▼▼▼

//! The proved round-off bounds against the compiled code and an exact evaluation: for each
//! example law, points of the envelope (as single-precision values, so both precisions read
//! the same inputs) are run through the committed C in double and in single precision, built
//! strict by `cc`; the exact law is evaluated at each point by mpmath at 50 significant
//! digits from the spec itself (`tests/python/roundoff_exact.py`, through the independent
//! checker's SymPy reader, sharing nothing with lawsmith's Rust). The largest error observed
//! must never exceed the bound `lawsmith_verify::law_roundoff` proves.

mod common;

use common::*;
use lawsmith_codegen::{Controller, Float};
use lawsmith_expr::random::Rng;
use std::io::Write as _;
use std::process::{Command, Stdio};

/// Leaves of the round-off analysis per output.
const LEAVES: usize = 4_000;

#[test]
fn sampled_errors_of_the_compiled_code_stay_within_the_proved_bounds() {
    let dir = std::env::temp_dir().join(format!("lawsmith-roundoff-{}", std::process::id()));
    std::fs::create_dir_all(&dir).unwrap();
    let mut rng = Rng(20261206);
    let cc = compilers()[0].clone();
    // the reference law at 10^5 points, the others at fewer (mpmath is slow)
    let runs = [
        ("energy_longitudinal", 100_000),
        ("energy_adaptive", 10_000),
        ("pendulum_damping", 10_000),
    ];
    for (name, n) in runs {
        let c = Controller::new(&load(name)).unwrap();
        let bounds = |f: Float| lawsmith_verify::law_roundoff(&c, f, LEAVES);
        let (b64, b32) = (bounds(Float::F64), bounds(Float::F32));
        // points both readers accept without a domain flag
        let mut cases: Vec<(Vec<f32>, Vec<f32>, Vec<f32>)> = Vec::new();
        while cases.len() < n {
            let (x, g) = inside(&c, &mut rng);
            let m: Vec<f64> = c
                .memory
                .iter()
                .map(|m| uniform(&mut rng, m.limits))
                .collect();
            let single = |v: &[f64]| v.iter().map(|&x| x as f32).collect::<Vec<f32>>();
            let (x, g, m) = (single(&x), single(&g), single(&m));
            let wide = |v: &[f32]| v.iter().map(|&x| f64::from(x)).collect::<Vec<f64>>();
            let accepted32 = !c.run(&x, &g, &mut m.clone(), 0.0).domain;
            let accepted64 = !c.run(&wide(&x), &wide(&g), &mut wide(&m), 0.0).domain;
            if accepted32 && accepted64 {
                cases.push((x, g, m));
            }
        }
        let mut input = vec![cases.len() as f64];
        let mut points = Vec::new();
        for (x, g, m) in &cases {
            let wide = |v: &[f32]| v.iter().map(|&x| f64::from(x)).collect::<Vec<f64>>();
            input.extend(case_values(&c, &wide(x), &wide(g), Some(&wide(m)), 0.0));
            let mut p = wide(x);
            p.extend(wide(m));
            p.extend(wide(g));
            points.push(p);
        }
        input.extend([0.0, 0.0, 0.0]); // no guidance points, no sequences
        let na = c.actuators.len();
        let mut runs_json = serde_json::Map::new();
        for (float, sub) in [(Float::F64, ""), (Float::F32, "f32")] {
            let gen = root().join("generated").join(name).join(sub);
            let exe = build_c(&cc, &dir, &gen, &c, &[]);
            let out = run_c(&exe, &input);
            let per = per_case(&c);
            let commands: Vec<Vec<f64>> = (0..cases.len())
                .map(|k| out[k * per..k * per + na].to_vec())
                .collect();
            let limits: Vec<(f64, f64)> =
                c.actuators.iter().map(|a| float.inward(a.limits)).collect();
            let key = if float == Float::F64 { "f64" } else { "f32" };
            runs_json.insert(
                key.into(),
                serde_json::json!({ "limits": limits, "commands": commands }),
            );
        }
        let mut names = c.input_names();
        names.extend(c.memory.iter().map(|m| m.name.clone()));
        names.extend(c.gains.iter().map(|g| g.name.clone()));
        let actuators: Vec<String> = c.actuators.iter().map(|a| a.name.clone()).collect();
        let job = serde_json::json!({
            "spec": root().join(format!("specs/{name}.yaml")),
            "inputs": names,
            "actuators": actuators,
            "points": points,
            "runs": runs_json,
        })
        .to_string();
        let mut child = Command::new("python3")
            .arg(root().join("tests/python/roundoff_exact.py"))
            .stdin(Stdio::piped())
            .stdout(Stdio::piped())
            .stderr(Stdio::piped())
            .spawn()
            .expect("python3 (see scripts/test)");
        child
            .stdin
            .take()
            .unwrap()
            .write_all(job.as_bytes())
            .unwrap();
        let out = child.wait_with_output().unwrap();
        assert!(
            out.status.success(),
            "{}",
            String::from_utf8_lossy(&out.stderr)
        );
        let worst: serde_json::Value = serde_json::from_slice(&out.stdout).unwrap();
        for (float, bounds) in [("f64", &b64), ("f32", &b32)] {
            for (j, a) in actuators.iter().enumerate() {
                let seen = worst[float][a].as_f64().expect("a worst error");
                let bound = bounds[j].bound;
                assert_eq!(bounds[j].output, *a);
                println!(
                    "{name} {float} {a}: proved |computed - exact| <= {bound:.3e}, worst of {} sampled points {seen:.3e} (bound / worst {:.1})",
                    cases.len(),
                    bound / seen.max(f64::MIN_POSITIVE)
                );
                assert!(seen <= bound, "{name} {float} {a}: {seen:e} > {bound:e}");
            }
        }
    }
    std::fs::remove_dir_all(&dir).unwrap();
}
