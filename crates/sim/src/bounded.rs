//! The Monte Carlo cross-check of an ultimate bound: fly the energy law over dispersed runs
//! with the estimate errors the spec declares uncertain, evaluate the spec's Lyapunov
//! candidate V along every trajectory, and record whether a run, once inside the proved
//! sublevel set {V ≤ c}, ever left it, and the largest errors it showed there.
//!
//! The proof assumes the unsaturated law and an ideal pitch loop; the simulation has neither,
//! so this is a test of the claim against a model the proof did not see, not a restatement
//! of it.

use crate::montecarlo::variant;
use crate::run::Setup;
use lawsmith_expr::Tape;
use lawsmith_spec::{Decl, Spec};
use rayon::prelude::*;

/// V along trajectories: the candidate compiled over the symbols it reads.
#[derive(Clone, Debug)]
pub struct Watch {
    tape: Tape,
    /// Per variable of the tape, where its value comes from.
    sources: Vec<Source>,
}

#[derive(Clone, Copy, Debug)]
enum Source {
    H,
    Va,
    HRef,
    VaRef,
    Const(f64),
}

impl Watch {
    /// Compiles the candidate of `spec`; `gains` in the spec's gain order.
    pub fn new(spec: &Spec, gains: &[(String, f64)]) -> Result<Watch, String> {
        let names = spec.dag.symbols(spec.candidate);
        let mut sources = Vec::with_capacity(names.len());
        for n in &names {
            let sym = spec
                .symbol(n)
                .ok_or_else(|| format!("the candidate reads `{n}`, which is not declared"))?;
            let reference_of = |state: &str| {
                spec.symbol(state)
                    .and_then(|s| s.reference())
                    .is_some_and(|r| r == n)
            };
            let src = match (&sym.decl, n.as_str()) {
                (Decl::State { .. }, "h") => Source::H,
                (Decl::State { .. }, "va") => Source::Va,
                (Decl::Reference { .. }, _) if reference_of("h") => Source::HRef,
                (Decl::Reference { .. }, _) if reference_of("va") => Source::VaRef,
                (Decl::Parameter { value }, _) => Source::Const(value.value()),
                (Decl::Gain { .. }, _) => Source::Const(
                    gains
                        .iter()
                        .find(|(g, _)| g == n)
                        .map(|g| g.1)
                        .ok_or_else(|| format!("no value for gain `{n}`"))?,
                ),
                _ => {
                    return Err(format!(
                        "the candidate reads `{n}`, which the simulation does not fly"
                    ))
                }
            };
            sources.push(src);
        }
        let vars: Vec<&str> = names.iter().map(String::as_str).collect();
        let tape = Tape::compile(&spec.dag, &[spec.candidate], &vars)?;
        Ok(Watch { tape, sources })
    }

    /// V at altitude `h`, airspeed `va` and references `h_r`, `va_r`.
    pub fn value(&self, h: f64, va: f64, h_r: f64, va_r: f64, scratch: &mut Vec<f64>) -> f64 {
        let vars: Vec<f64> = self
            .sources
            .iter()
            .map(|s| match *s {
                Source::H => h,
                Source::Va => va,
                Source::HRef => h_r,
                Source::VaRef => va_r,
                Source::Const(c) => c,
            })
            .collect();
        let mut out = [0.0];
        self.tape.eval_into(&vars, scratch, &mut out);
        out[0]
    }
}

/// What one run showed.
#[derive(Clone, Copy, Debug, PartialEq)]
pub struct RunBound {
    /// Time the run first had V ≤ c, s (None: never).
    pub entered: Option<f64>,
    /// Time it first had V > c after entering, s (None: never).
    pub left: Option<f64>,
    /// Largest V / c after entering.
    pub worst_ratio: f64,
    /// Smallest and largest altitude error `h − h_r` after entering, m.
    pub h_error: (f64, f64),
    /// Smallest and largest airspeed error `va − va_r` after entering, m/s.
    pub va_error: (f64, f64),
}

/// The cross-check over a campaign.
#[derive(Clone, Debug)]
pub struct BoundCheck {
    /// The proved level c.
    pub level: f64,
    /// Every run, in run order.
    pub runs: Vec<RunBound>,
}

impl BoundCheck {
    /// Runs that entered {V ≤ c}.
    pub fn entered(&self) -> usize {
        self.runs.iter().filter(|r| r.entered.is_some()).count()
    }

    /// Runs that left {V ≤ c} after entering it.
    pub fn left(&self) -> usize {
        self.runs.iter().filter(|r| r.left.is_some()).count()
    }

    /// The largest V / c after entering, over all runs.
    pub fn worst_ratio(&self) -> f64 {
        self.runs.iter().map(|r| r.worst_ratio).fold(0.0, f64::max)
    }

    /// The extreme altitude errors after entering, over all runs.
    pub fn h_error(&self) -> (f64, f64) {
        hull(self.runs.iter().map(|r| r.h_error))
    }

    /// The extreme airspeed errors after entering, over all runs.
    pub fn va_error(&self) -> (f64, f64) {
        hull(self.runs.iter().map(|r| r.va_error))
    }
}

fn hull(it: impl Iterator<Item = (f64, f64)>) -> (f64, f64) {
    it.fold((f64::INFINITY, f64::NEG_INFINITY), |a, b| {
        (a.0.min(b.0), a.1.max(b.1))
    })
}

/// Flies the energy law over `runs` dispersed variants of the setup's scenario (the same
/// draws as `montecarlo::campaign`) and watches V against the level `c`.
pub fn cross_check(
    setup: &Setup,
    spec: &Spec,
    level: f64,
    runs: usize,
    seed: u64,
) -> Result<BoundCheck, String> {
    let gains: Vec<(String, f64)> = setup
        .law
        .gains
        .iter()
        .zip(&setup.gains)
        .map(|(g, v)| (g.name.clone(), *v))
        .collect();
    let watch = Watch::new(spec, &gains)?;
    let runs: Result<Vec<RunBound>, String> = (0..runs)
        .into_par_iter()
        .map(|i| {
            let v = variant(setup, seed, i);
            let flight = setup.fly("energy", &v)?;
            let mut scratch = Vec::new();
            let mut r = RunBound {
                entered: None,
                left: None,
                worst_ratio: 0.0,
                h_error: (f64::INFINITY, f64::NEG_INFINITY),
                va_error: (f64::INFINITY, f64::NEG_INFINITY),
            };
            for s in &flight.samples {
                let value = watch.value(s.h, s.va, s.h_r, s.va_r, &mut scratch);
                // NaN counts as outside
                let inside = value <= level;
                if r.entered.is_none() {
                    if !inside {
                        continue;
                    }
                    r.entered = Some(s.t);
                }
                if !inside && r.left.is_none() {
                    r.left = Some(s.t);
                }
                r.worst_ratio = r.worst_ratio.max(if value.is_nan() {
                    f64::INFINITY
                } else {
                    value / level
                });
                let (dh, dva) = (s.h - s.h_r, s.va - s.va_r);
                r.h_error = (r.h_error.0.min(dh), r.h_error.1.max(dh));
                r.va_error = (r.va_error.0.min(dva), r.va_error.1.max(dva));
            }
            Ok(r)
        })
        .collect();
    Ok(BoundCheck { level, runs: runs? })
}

▲▲▲

**About this exercise**
Each line of the material with the word "wide" in it should be listed.

**Answer to the problem**
            let wide = |v: &[f32]| v.iter().map(|&x| f64::from(x)).collect::<Vec<f64>>();
            let accepted64 = !c.run(&wide(&x), &wide(&g), &mut wide(&m), 0.0).domain;
            let wide = |v: &[f32]| v.iter().map(|&x| f64::from(x)).collect::<Vec<f64>>();
            input.extend(case_values(&c, &wide(x), &wide(g), Some(&wide(m)), 0.0));
            let mut p = wide(x);
            p.extend(wide(m));
            p.extend(wide(g));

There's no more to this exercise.